Posted by: anon | Jan 23, 2013 9:10:36 PM
Scope of practice is certainly ripe for review but the sources of the law are different in different states (statute, regulation, case law) -- so different that it really ought to be called the scope of practice doctrine.
The federal government can occasionally be observed, through its reimbursement power for federally funded health insurance, attempting to incentivize generous scope of practice interpretation. The best example of this might be the ongoing battles over the Medicare state opt-in to the exemption allowing certified nurse anesthetists to work independently.
As for Massachusetts, I ask your patience. A future post will take a look at the primary care provider shortage. In the meantime, Massachusetts has a ferocious battle of its own raging over -- you guessed it -- dental therapists.
Posted by: Ann Marie Marciarille | Jan 23, 2013 9:10:15 PM
So Medicaid patients are or will be 20% of the population, and 20% of dentists reserve an average of 20% of their slots for Medicaid patients...
That means that 20% of kids will be scrambling for 20% of dentist patient slots...

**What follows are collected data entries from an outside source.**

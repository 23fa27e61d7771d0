package demo

import (
	"bytes"
	"crypto/sha256"
	"fmt"
	"io/fs"
	"regexp"
	"strings"
	"testing"
	"testing/fstest"

	"assaywrit/evidence/casefile"
)

func made(t testing.TB) []File {
	t.Helper()
	files, err := Files()
	if err != nil {
		t.Fatal(err)
	}
	return files
}

func folder(files []File) fs.FS {
	m := fstest.MapFS{}
	for _, f := range files {
		m[f.Path] = &fstest.MapFile{Data: f.Data}
	}
	return m
}

// regressionGuard is the SHA-256 over path and content of every file, as this program first wrote them: it says that nothing has
// changed, not that anything is right.
const regressionGuard = "e719e67ce719a3c08f533f3431788197a00df37d39ebd0386d0143428fa4a222"

func TestSameBytes(t *testing.T) {
	first, second := made(t), made(t)
	h := sha256.New()
	for i, f := range first {
		if second[i].Path != f.Path || !bytes.Equal(second[i].Data, f.Data) {
			t.Errorf("%s: not the same twice", f.Path)
		}
		if i > 0 && first[i-1].Path >= f.Path {
			t.Errorf("%s comes after %s", f.Path, first[i-1].Path)
		}
		fmt.Fprintf(h, "%s\x00%d\x00%s", f.Path, len(f.Data), f.Data)
	}
	if got := fmt.Sprintf("%x", h.Sum(nil)); got != regressionGuard {
		t.Errorf("the example has changed: its SHA-256 is %s, it was %s", got, regressionGuard)
	}
}

// TestCaseLoads reads the example as any case is read: without a problem.
func TestCaseLoads(t *testing.T) {
	f, err := casefile.Load(folder(made(t)))
	if err != nil {
		t.Fatal(err)
	}
	if !f.Case.Demonstration || len(f.Injections) != len(batch) || len(f.Method.Analytes) != len(compounds) {
		t.Errorf("demonstration %v, %d injections, %d analytes", f.Case.Demonstration, len(f.Injections), len(f.Method.Analytes))
	}
	for _, a := range f.Method.Analytes {
		if _, ok := Truth()[a.ID]; !ok {
			t.Errorf("the truth about %s is not known", a.ID)
		}
	}
}

// TestBatchAsDescribed: the order of the sequence that the example promises.
func TestBatchAsDescribed(t *testing.T) {
	f, err := casefile.Load(folder(made(t)))
	if err != nil {
		t.Fatal(err)
	}
	var order []string
	for _, r := range f.Injections {
		order = append(order, strings.TrimSpace(fmt.Sprintf("%s %s%s", r.Role, r.Level, r.Aliquot)))
	}
	const want = "solvent-blank, matrix-blank, zero, calibrator C1, calibrator C2, calibrator C3, calibrator C4, calibrator C5, calibrator C6, calibrator C7, " +
		"carryover-blank, control low, control high, negative-control, matrix-blank, sample A1, sample A2, sample A3, carryover-blank, control low, control high"
	if got := strings.Join(order, ", "); got != want {
		t.Errorf("the sequence is %s", got)
	}
}

// TestNothingReal: codes instead of names, marked as invented, and no word that says whether anyone broke a rule.
func TestNothingReal(t *testing.T) {
	judging := regexp.MustCompile(`(?i)\b(guilty|cheat\w*|offen[cd]\w*|innocent|clean)\b`)
	for _, f := range made(t) {
		if strings.HasPrefix(f.Path, "raw/") {
			continue
		}
		if w := judging.Find(f.Data); w != nil {
			t.Errorf("%s says %q", f.Path, w)
		}
		if f.Path != "sequence.csv" && !bytes.Contains(f.Data, []byte("invented")) {
			t.Errorf("%s does not say that it is invented", f.Path)
		}
		if strings.HasSuffix(f.Path, "case.yaml") && bytes.Contains(f.Data, []byte("name: P-")) {
			t.Errorf("%s has a name", f.Path)
		}
	}
}

func BenchmarkFiles(b *testing.B) {
	b.Run("injections=21/traces=252", func(b *testing.B) {
		for b.Loop() {
			if _, err := Files(); err != nil {
				b.Fatal(err)
			}
		}
	})
}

In the immortal words of Brody in "Jaws": "You're gonna need a bigger boat" (of dental therapists, that is)...
Posted by: anon | Jan 23, 2013 9:10:06 PM
Good point. The data is sparse but the CDC estimates Medicaid participating dentists reserve, on average, 15-20% of their patient panel for Medicaid enrollees. The payor mix numbers tell us what you may have suspected: Medicaid pediatric dental eligibility is a license to hunt, nothing more.
Posted by: Ann Marie Marciarille | Jan 23, 2013 8:41:35 PM
Presumably the Medicaid-accepting dentists do not have caseloads made up of 100% Medicaid patients. Is there any information on how many slots for Medicaid patients there are at the offices of the 36000 dentists who do accept Medicaid?
Posted by: anon | Jan 23, 2013 6:55:34 PM
It seems likely that the Affordable Care Act will be a success only if scope-of-practice regulations are heavily revised to allow much more of the practice of medicine to be done by people who do not have M.D. degrees. Massachusetts has been leading the rest of the country for about five years in this. What has happened to scope-of-practice regulations in Massachusetts that has kept the implementation of RomneyCare to lead to an explosion of medical costs, as demand from the newly-insured surges with limited supply?